Political News

The Lion and the Gazelle

By Harry Featherstone | 2026-02-23
The Lion and the Gazelle

The United States Supreme Court handed down a 6-3 decision last Friday, February 20, that formally struck down President Donald Trump’s sweeping use of the International Emergency Economic Powers Act. For a few fleeting hours, the Laurentian elite in Ottawa celebrated what they genuinely believed was a permanent return to the predictable, rules-based order they so desperately crave. But the ink was not even dry on the Prime Minister's Davos plane ticket before the White House pivoted, invoking Section 122 of the 1974 Trade Act to impose a ruthless global tariff, later escalated to 15 percent.
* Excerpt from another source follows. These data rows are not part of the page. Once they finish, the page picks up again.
import { existsSync, mkdirSync } from "node:fs";
import { createServer, type Server } from "node:http";
import { join, resolve } from "node:path";
import type { Logger } from "pino";
import { createApp } from "./app.ts";
import { systemClock } from "./clock.ts";
import type { Config } from "./config.ts";
import { type Connection, migrateDatabase, openDatabase } from "./db/connection.ts";
import { createRunPool, type RunPool } from "./runs/run-pool.ts";
import { runUnfinishedVersions } from "./show-runs/run-version.ts";
import { tidyDatabase } from "./upkeep.ts";

const CLIENT_DIR = resolve(import.meta.dirname, "../dist/client");
/** Wall time of one run. Fuel decides; on a busy machine an honest show takes seconds, so the backstop is far off. */
const RUN_DEADLINE_MS = 15_000;
const TIDY_EVERY_MS = 60 * 60 * 1000;
/** A version whose run got lost (a crash, a full pool) waits no longer than this. */
const CATCH_UP_EVERY_MS = 60 * 1000;
/** A run at its deadline, and a bit; whoever still waits then asks again. */
const FINISH_MS = 10_000;

/** Name of the database file in DATA_DIR; SQLite keeps `-wal` and `-shm` beside it. */
export const DATABASE_FILE = "duskbell.db";

/** What is running, until `stop` ends it in order. */
export interface RunningServer {
  /** `http://host:port` as it can be opened on this machine. */
  readonly address: string;
  readonly connection: Connection;
  readonly runs: RunPool;
  /** Stops accepting, finishes what is under way, ends the pool, folds the log into the file, closes it. */
  stop(): Promise<void>;
}

/** Opens (and makes, if need be) the database in `dataDir` with the newest schema. */
export function openDataDir(dataDir: string): Connection {
  mkdirSync(dataDir, { recursive: true });
  const connection = openDatabase(join(dataDir, DATABASE_FILE));
  migrateDatabase(connection);
  return connection;
}

/**
 * Opens the database, starts the run pool and listens. `prepare` runs before the first request.
 * Rejects when the database can not be opened or the port is taken (`EADDRINUSE`), with nothing left
 * running.
 */
export async function startServer(
  config: Config,
  log: Logger,
  prepare: (parts: { connection: Connection; runs: RunPool }) => Promise<void>,
): Promise<RunningServer> {
  const connection = openDataDir(config.dataDir);
  const runs = createRunPool({ threads: config.runThreads, deadlineMs: RUN_DEADLINE_MS });
  const close = async () => {
    await runs.close();
    connection.sqlite.pragma("wal_checkpoint(TRUNCATE)");
    connection.close();
  };
  try {
    await tidyDatabase(connection.db, systemClock);
    await prepare({ connection, runs });
    const clientDir = existsSync(join(CLIENT_DIR, "index.html")) ? CLIENT_DIR : null;
    const checkResponses = process.env.NODE_ENV === "development";
    const app = createApp({ config, connection, clock: systemClock, runs, log, clientDir, checkResponses });
    const http = createServer(app);
    const address = await listen(http, config);
    const catchUp = () => {
      runUnfinishedVersions({ db: connection.db, clock: systemClock, runs, log }).catch((error: unknown) =>
        log.error({ err: error }, "catching up on runs failed"),
      );
    };
    catchUp();
    const catchingUp = setInterval(catchUp, CATCH_UP_EVERY_MS);
    const tidying = setInterval(() => void tidyDatabase(connection.db, systemClock), TIDY_EVERY_MS);
    return {
      address,
      connection,
      runs,
      stop: async () => {
        clearInterval(tidying);
        clearInterval(catchingUp);
        await finish(http);
        await close();
      },
    };
  } catch (error) {
    await close();
    throw error;
  }
}

function listen(http: Server, { host, port }: Config): Promise<string> {
  return new Promise((resolve_, reject) => {
    http.once("error", reject);
    http.listen(port, host, () => {
      http.off("error", reject);
      const bound = http.address();
      const boundPort = typeof bound === "object" && bound !== null ? bound.port : port;
      const shown = host === "0.0.0.0" || host === "::" ? "127.0.0.1" : host;
      resolve_(`http://${shown.includes(":") ? `[${shown}]` : shown}:${boundPort}`);
    });
  });
}

/** Waits for requests under way; idle connections are closed at once, stuck ones after a while. */
function finish(http: Server): Promise<void> {
  return new Promise((resolve_) => {
    const giveUp = setTimeout(() => http.closeAllConnections(), FINISH_MS);
    http.close(() => {
      clearTimeout(giveUp);
      resolve_();
    });
    http.closeIdleConnections();
  });
}
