import type { BeatMap } from "../../shared/contracts/songs.ts";
import type { Layout } from "../../shared/contracts/square.ts";
import { listLights, type Light } from "../square/lights.ts";
import { traceLights, type LightCurve } from "../timeline/curves.ts";
import type { Timeline } from "../timeline/model.ts";
import { createTempo, type Tempo } from "../timeline/tempo.ts";
import { buildTracks, type Tracks } from "../timeline/tracks.ts";
import { DEFAULT_RULES, type EventRules } from "./rules.ts";

/** What a show is checked on. */
export interface CheckInput {
  readonly timeline: Timeline;
  readonly layout: Layout;
  readonly song: BeatMap;
  readonly rules?: Partial<EventRules>;
}

/** The input and what every rule reads of it, worked out once. */
export interface CheckContext {
  readonly timeline: Timeline;
  readonly layout: Layout;
  readonly song: BeatMap;
  readonly rules: EventRules;
  /** Walking order. */
  readonly lights: readonly Light[];
  readonly tracks: Tracks;
  readonly tempo: Tempo;
  /** The curve of each light, by index; worked out at the first call. */
  curves(): readonly LightCurve[];
}

/** Gives the context of a check. Throws `RangeError` when the timeline is for another number of lights. */
export function createCheckContext({ timeline, layout, song, rules }: CheckInput): CheckContext {
  const lights = listLights(layout);
  if (lights.length !== timeline.lightCount)
    throw new RangeError(`The timeline is for ${timeline.lightCount} lights, the layout has ${lights.length}.`);
  const tracks = buildTracks(timeline);
  let curves: readonly LightCurve[] | undefined;
  return {
    timeline,
    layout,
    song,
    rules: { ...DEFAULT_RULES, ...rules },
    lights,
    tracks,
    tempo: createTempo(song),
    curves: () => (curves ??= traceLights(timeline, lights, tracks)),
  };
}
Trump did exactly what he said he would do from the very beginning: he simply found another lever to pull, executing an inevitable strategy of raw industrial advantage to secure American economic dominance.

Prime Minister Mark Carney’s response to this immediate escalation reveals a catastrophic misunderstanding of the adversary sitting across the table. Trump is not a villain in a progressive morality play; he is a predictable, highly effective force of nature entirely focused on his own borders. He is a lion acting exactly like a lion, utilizing every piece of leverage available to feed his domestic industrial base without a shred of apology. Carney, conversely, is a gazelle wearing a carefully tailored bespoke suit, standing in the middle of the savanna acting strictly for his own brand while foolishly bringing a spreadsheet to a knife fight.

Carney’s entire political persona relies on the fatal delusion that his brand of adult supervision will eventually bring the Americans to heel. He genuinely believes that delivering polite speeches about macroeconomic stability will somehow shield the Canadian economy from the brutal reality of hard power. The American administration is not interested in appellate bodies, international tribunals, or the measured tones of a former central banker; it is solely interested in effective, brute-force extraction. Washington has successfully built a perpetual tariff engine that operates entirely outside the boundaries of polite diplomacy, leaving Ottawa completely unprepared for the onslaught.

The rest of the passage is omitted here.